For further details, see Verified hardware design.

File system services

The BeeGFS file system includes the following main services:

  • Management service. Registers and monitors all other services.

  • Storage service. Stores the distributed user file contents known as data chunk files.

  • Metadata service. Keeps track of the file system layout, directory, file attributes, and so on.

  • Client service. Mounts the file system to access the stored data.

The following figure shows BeeGFS solution components and relationships used with NetApp E-Series systems.

BeeGFS Components

As a parallel file system, BeeGFS stripes its files over multiple server nodes to maximize read/write performance and scalability. The server nodes work together to deliver a single file system that can be simultaneously mounted and accessed by other server nodes, commonly known as clients. These clients can see and consume the distributed file system similarly to a local file system such as NTFS, XFS, or ext4.

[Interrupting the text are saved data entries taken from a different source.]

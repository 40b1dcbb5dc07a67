package store

import (
	"math"

	"github.com/gridloupe/gridloupe/metrics"
)

// recordVersionSlim marks the slim form the 3 s level is stored in: the
// full record but for the harmonics, whose magnitudes are IEEE 754
// binary16 (half precision: 11 significant bits, a relative error below
// 0.05 %) and whose angles are not kept (they decode as null), and the
// sequence components, kept for the fundamental only (the other orders
// decode as null). That is what the weekly evaluation and the alarms
// need of a 3 s value (THD, TDD and the per-order magnitudes), in about a
// third of the bytes, so a week fits the default store cap.
const recordVersionSlim = 5

// recordVersionSlimNoCrest is the slim form written before crest_factor
// (version 3); it decodes with crest_factor null.
const recordVersionSlimNoCrest = 3

// slimForm reports whether record version v is a slim 3 s record.
func slimForm(v byte) bool { return v == recordVersionSlim || v == recordVersionSlimNoCrest }

// appendSlimHarmonics appends the magnitudes of h as binary16.
func appendSlimHarmonics(b []byte, h []metrics.Harmonic) []byte {
	for j := range h {
		b = be.AppendUint16(b, toHalf(h[j].RMS))
	}
	return b
}

// slimHarmonics reads the magnitudes of h (orders from the layout); the
// angles are null.
func (r *reader) slimHarmonics(h []metrics.Harmonic, orders []int) {
	for j := range h {
		h[j].H = orders[j]
		h[j].RMS = fromHalf(r.u16())
		h[j].PhaseDeg = math.NaN()
	}
}

// Binary16 bit fields.
const (
	halfNaN     = 0x7e00
	halfInf     = 0x7c00
	halfMaxBits = 0x7bff // 65504
)

// toHalf rounds v to the nearest binary16 (ties to even), with NaN kept
// (the store's null) and values beyond 65504 stored as ±Inf.
func toHalf(v float64) uint16 {
	if v != v {
		return halfNaN
	}
	f := float32(v)
	bits := math.Float32bits(f)
	sign := uint16(bits>>16) & 0x8000
	a := math.Abs(float64(f))
	switch {
	case a == 0:
		return sign
	case a >= 65520: // rounds beyond the largest finite half
		return sign | halfInf
	case a < 0x1p-14: // subnormal: units of 2^-24
		return sign | uint16(math.RoundToEven(a*0x1p24))
	}
	exp := int(bits>>23&0xff) - 127 + 15
	mant := bits & 0x7fffff
	// round the 23-bit mantissa to 10 bits, ties to even
	m := mant >> 13
	rest := mant & 0x1fff
	if rest > 0x1000 || (rest == 0x1000 && m&1 == 1) {
		m++
		if m == 0x400 {
			m = 0
			exp++
		}
	}
	if exp >= 31 {
		return sign | halfInf
	}
	return sign | uint16(exp)<<10 | uint16(m)
}

// fromHalf converts a binary16 to float64.
func fromHalf(h uint16) float64 {
	sign := 1.0
	if h&0x8000 != 0 {
		sign = -1
	}
	exp := int(h >> 10 & 0x1f)
	mant := float64(h & 0x3ff)
	switch exp {
	case 0:
		return sign * mant * 0x1p-24
	case 31:
		if mant != 0 {
			return math.NaN()
		}
		return math.Inf(int(sign))
	}
	return sign * (1 + mant/1024) * math.Ldexp(1, exp-15)
}

// slimBytes is the size of a 3 s record in the slim form for layout s.
func slimBytes(s *metrics.Setup) int {
	nch, nord := len(s.Channels), len(s.Orders)
	n := RecordBytes(s) - nch*nord*(4+2) + nch*nord*2
	if s.Wiring == metrics.Wye || s.Wiring == metrics.Delta {
		for _, k := range []metrics.Kind{metrics.Voltage, metrics.Current} {
			if s.HasSequence(k) {
				n -= (nord - 1) * 3 * 4
			}
		}
	}
	return n
}

// RecordBytesAt is RecordBytes for the records of level iv: the 3 s level
// is stored slim.
func RecordBytesAt(s *metrics.Setup, iv metrics.Interval) int {
	if iv == metrics.Int3s {
		return slimBytes(s)
	}
	return RecordBytes(s)
}
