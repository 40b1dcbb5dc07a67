// Package mqtt publishes gridloupe's queued messages to an MQTT broker. It
// is the only package that imports github.com/eclipse/paho.mqtt.golang; it
// computes nothing and imports neither bbolt nor the store: the store's outbox
// reaches it through the small Outbox interface, in its own Message type
// (the daemon adapts *store.DB in cmd/gridloupe/internal/outbox).
//
// # Queue
//
// The store's outbox is the only queue. A Publisher reads it while the
// client is connected, publishes a small window of messages (Config.InFlight)
// in sequence order, waits for each delivery token in order and deletes the
// delivered prefix from the outbox (Ack). When a token fails or times out,
// or the connection drops, the rest of the window stays queued and is sent
// again, starting at the lowest unacknowledged sequence number. Delivery is
// therefore at least once: a subscriber may see a message twice, always as
// an exact resend carrying the same seq; a seq is never reused and nothing
// acknowledged is lost. QoS 0 messages are only deleted when the connection
// was still open after they were written (a QoS 0 write that raced a
// connection loss is sent again rather than dropped).
//
// paho's (ordered) memory store still holds the in-flight window while
// an automatic reconnect is in progress and resends it after the reconnect;
// the outbox, not paho, survives a restart. The session is clean: the
// broker keeps nothing for the gateway between connections.
//
// # Topics
//
// Every topic starts with the base "<prefix>/<site>/<gateway>", sanitised by
// the config package:
//
//	<base>/status               retained, QoS 1: online / offline
//	<base>/telemetry/<interval> aggregated records (200ms, 3s, 10min, 2h)
//	<base>/alarm                QoS 1, one message per alarm transition
//	<base>/event                voltage events
//
// # Sequence numbers
//
// Every queued payload that is a JSON object goes out with "seq" as its
// first key (see WithSeq): the number the store gave the message when it was
// queued, persisted with it, so a resend keeps its number:
//
//	{"seq":12,"interval":"10min","start":"2026-03-01T10:00:00.000000Z",...}
//
// # Status
//
// On every connect and reconnect the publisher first publishes, retained at
// QoS 1:
//
//	{"status":"online","time":"2026-03-01T10:00:00.000000Z","site":"north-weir-dc2","gateway":"dc2-gw1"}
//
// The Last Will, registered with the broker at connect time, is retained
// QoS 1 on the same topic:
//
//	{"status":"offline","site":"north-weir-dc2","gateway":"dc2-gw1","reason":"connection_lost"}
//
// The broker publishes it when the connection dies without a DISCONNECT
// (power cut, crash, network loss). It is fixed when the client is built, so
// it carries neither a time nor a seq; status messages do not go through
// the outbox and have no seq. A clean shutdown publishes
//
//	{"status":"offline","time":"...","site":"...","gateway":"...","reason":"shutdown"}
//
// before disconnecting. site and gateway are the last two levels of the base.
//
// # Secrets
//
// The password is never logged. User information in the broker URL is moved
// into the credentials and stripped from the URL before paho sees it, and
// every error string the publisher logs or reports has the password masked.
package mqtt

The four main services run on a wide range of supported Linux distributions and communicate via any TCP/IP or RDMA-capable network, including InfiniBand (IB), Omni-Path (OPA), and RDMA over Converged Ethernet (RoCE). The BeeGFS server services (management, storage, and metadata) are user space daemons, while the client is a native kernel module (patchless). All components can be installed or updated without rebooting, and you can run any combination of services on the same node.

HA architecture

BeeGFS on NetApp expands the functionality of the BeeGFS enterprise edition by creating a fully integrated solution with NetApp hardware that enables a shared-disk high availability (HA) architecture.

Note While the BeeGFS community edition can be used free of charge, the enterprise edition requires purchasing a professional support subscription contract from a partner like NetApp. The enterprise edition allows use of several additional features including resiliency, quota enforcement, and storage pools.

The following figure compares the shared-nothing and shared-disk HA architectures.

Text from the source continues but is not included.